→ **Material shown**
def nominal_baseline(description: RobotDescription) -> Baseline:
    """A baseline from the description alone, for a robot not commissioned yet.

    Friction from the description's nominal values (zero where none is declared) with a prior std of
    half their size plus 2 % of the rated effort; noise 0.5 % of the rated effort. Commissioning
    (``shadow commission``) replaces it with measured values.
    """
    drives = description.parameters.drives
    rated = np.array([d.rated_effort for d in drives], dtype=float)
    n = len(drives)
    v_st = description.friction.stribeck_velocity if description.friction is not None else None
    k = 3 if v_st is None else 4
    if description.friction is not None:
        theta_f = description.friction.parameters()
    else:
        theta_f = np.zeros(k * n)
    # N m | N, per (rad/s | m/s), N m | N (and N m | N for the Stribeck level)
    scale = np.repeat(rated, k) * np.tile([0.02, 0.002, 0.02, 0.02][:k], n)
    std = 0.5 * np.abs(theta_f) + scale
    tool = description.tool
    t_ref = None  # the temperature the declared viscous friction holds at, when declared
    if description.friction is not None and description.friction.viscous_reference_temperature_k is not None:
        t_ref = np.full(n, description.friction.viscous_reference_temperature_k)
    if description.family == "delta":
        return Baseline(
            friction_parameters=theta_f,
            friction_covariance=np.diag(std**2),
            noise_std=0.005 * rated,
            tool_mass_kg=tool.tool_mass_kg,  # type: ignore[union-attr]
            work_piece_mass_kg=tool.work_piece_mass_kg,  # type: ignore[union-attr]
            reference_temperature_k=t_ref,
            stribeck_velocity=v_st,
        )
    payload = tool.payload_parameters(gripping=False)  # the fixture; the declared part comes and goes
    return Baseline(
        friction_parameters=theta_f,
        friction_covariance=np.diag(std**2),
        noise_std=0.005 * rated,
        tool_mass_kg=float(payload[0]),
        work_piece_mass_kg=tool.work_piece_mass_kg,
        payload_parameters=payload,
        reference_temperature_k=t_ref,
        stribeck_velocity=v_st,
    )


def with_friction_form(settings: MonitorSettings, stribeck_velocity: float | None) -> MonitorSettings:
    """``settings`` following the friction form of a baseline: with the Stribeck term at ``stribeck_velocity``
    [rad/s | m/s], or without it (None).

    The per-class random walk and resolution get a fourth entry for the Stribeck level, the Coulomb class's
    (both are levels of the same friction curve, in N m | N), or lose it.
    """
    tracker = settings.tracker
    if tracker.stribeck_velocity == stribeck_velocity:
        return settings
    walk = np.asarray(tracker.friction_walk_std, dtype=float)[:3]
    resolution = np.asarray(tracker.friction_resolution, dtype=float)[:3]
    if stribeck_velocity is not None:
        walk, resolution = np.append(walk, walk[0]), np.append(resolution, resolution[0])
    tracker = replace(
        tracker, stribeck_velocity=stribeck_velocity, friction_walk_std=walk, friction_resolution=resolution
    )
    return replace(settings, tracker=tracker)


def default_settings(description: RobotDescription, *, sample_rate_hz: float = 1000.0) -> MonitorSettings:
    """Settings that suit a 1 kHz stream of either family."""
    drives = description.parameters.drives
    n = len(drives)
    delta = description.family == "delta"
    smooth = description.friction.smooth_velocity if description.friction is not None else (0.02 if delta else 2e-4)
    if delta:
        payload_prior, payload_walk, payload_res = [0.5, 0.5], [1e-4, 1e-3], [0.01, 0.01]
    else:  # mass, first moments, inertia about the platform origin
        payload_prior = [2.0] + [0.2] * 3 + [0.05] * 6
        payload_walk = [1e-4] + [1e-5] * 3 + [1e-6] * 6
        payload_res = [0.05] + [0.01] * 3 + [0.005] * 6
    work_piece = description.tool.work_piece_parameters_per_kg() if not delta else None
    if work_piece is not None:  # the part clamped while gripping: its mass, as the delta's work piece
        payload_prior, payload_walk, payload_res = [*payload_prior, 0.5], [*payload_walk, 1e-3], [*payload_res, 0.01]
    rated = float(np.mean([d.rated_effort for d in drives]))
    reported, command_period = declared_effort_timing(drives, 1.0 / sample_rate_hz)
    tracker = TrackerSettings(
        half_window=10,
        poly_order=5,  # exact to degree 5 also off the window's centre, where the efforts' instants lie
        max_gap_s=0.05,
        output_period_s=1.0,
        smooth_velocity=smooth,
        payload_prior_std=np.array(payload_prior),
        payload_walk_std=np.array(payload_walk),
        friction_walk_std=np.array([1e-4, 1e-5, 1e-4]) * rated,
        payload_resolution=np.array(payload_res),
        friction_resolution=np.array([0.01, 0.002, 0.01]) * rated,
        current_loop_bandwidth_hz=np.array([d.current_loop_bandwidth_hz for d in drives]),
        noise_time_constant_s=60.0,
        n_temperatures=n,
        reported_effort=reported,
        command_period_s=command_period,
        identifiability_memory_s=60.0,  # a parameter counts as seen when the last minute or so of motion pins it
        work_piece_per_kg=work_piece,
    )
    settings = MonitorSettings(
        tracker=tracker, sample_rate_hz=sample_rate_hz, wear_reference_speed=1.0 if delta else 0.05
    )
    return with_friction_form(settings, description.friction.stribeck_velocity if description.friction else None)


def calibrated_thresholds(residual: Array, settings: MonitorSettings, *, margin: float = 1.25) -> Array:
    """Collision thresholds from the observer residual of a healthy run (N, n) [N m | N].

    A healthy run's residual is not Gaussian (what the rigid model leaves out comes with the motion), so its
    peaks set the threshold: the level that 1 s blocks of the residual exceed at the configured false-alarm
    rate, shared among the actuators (``p = rate * 1 s / n``), from the Gumbel law fitted to the block maxima
    (:func:`~shadow.detection.momentum_observer.extreme_value_thresholds`). Never below ``margin`` times the
    largest healthy |r| nor the Gaussian bound ``z_(1 - alpha/2) sigma_r``
    (:func:`~shadow.detection.momentum_observer.residual_thresholds`); a run too short for the fit
    (under ``MIN_EXTREME_VALUE_BLOCKS`` seconds) gets those two alone.
    """
    rate_hz = settings.sample_rate_hz
    alpha = alpha_for_false_alarm_rate(settings.false_alarms_per_day / 24.0, rate_hz)
    settle = int(5.0 * rate_hz / settings.observer_gain_per_s)  # five observer time constants
    gaussian = residual_thresholds(residual, alpha, settle_samples=settle)
    peak = np.max(np.abs(residual[settle:]), axis=0)
    thr = np.maximum(gaussian, margin * peak)
    block = max(int(round(rate_hz * EXTREME_VALUE_BLOCK_S)), 1)
    if (residual.shape[0] - settle) // block >= MIN_EXTREME_VALUE_BLOCKS:
        p = settings.false_alarms_per_day / 86400.0 * EXTREME_VALUE_BLOCK_S / residual.shape[1]
        thr = np.maximum(
            thr, extreme_value_thresholds(residual, block_samples=block, exceedance_per_block=p, settle_samples=settle)
        )
    return thr


def collision_thresholds(noise_std: Array, rated: Array, settings: MonitorSettings) -> Array:
    """Per-actuator collision thresholds [N m | N], see the module docstring."""
    dt = 1.0 / settings.sample_rate_hz
    a = np.exp(-settings.observer_gain_per_s * dt)
    sigma_r = noise_std * np.sqrt((1.0 - a) / (1.0 + a))  # AR(1) std of the observer residual
    alpha = alpha_for_false_alarm_rate(settings.false_alarms_per_day / 24.0, settings.sample_rate_hz)
    z = float(norm.isf(alpha / 2.0))  # two-sided Gaussian quantile
    return z * sigma_r + settings.threshold_floor_rated_fraction * rated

→ **Problem description**
If a line of the material contains the word "that", pick it out and copy it.

→ **Result for this task**
    """Settings that suit a 1 kHz stream of either family."""
    peaks set the threshold: the level that 1 s blocks of the residual exceed at the configured false-alarm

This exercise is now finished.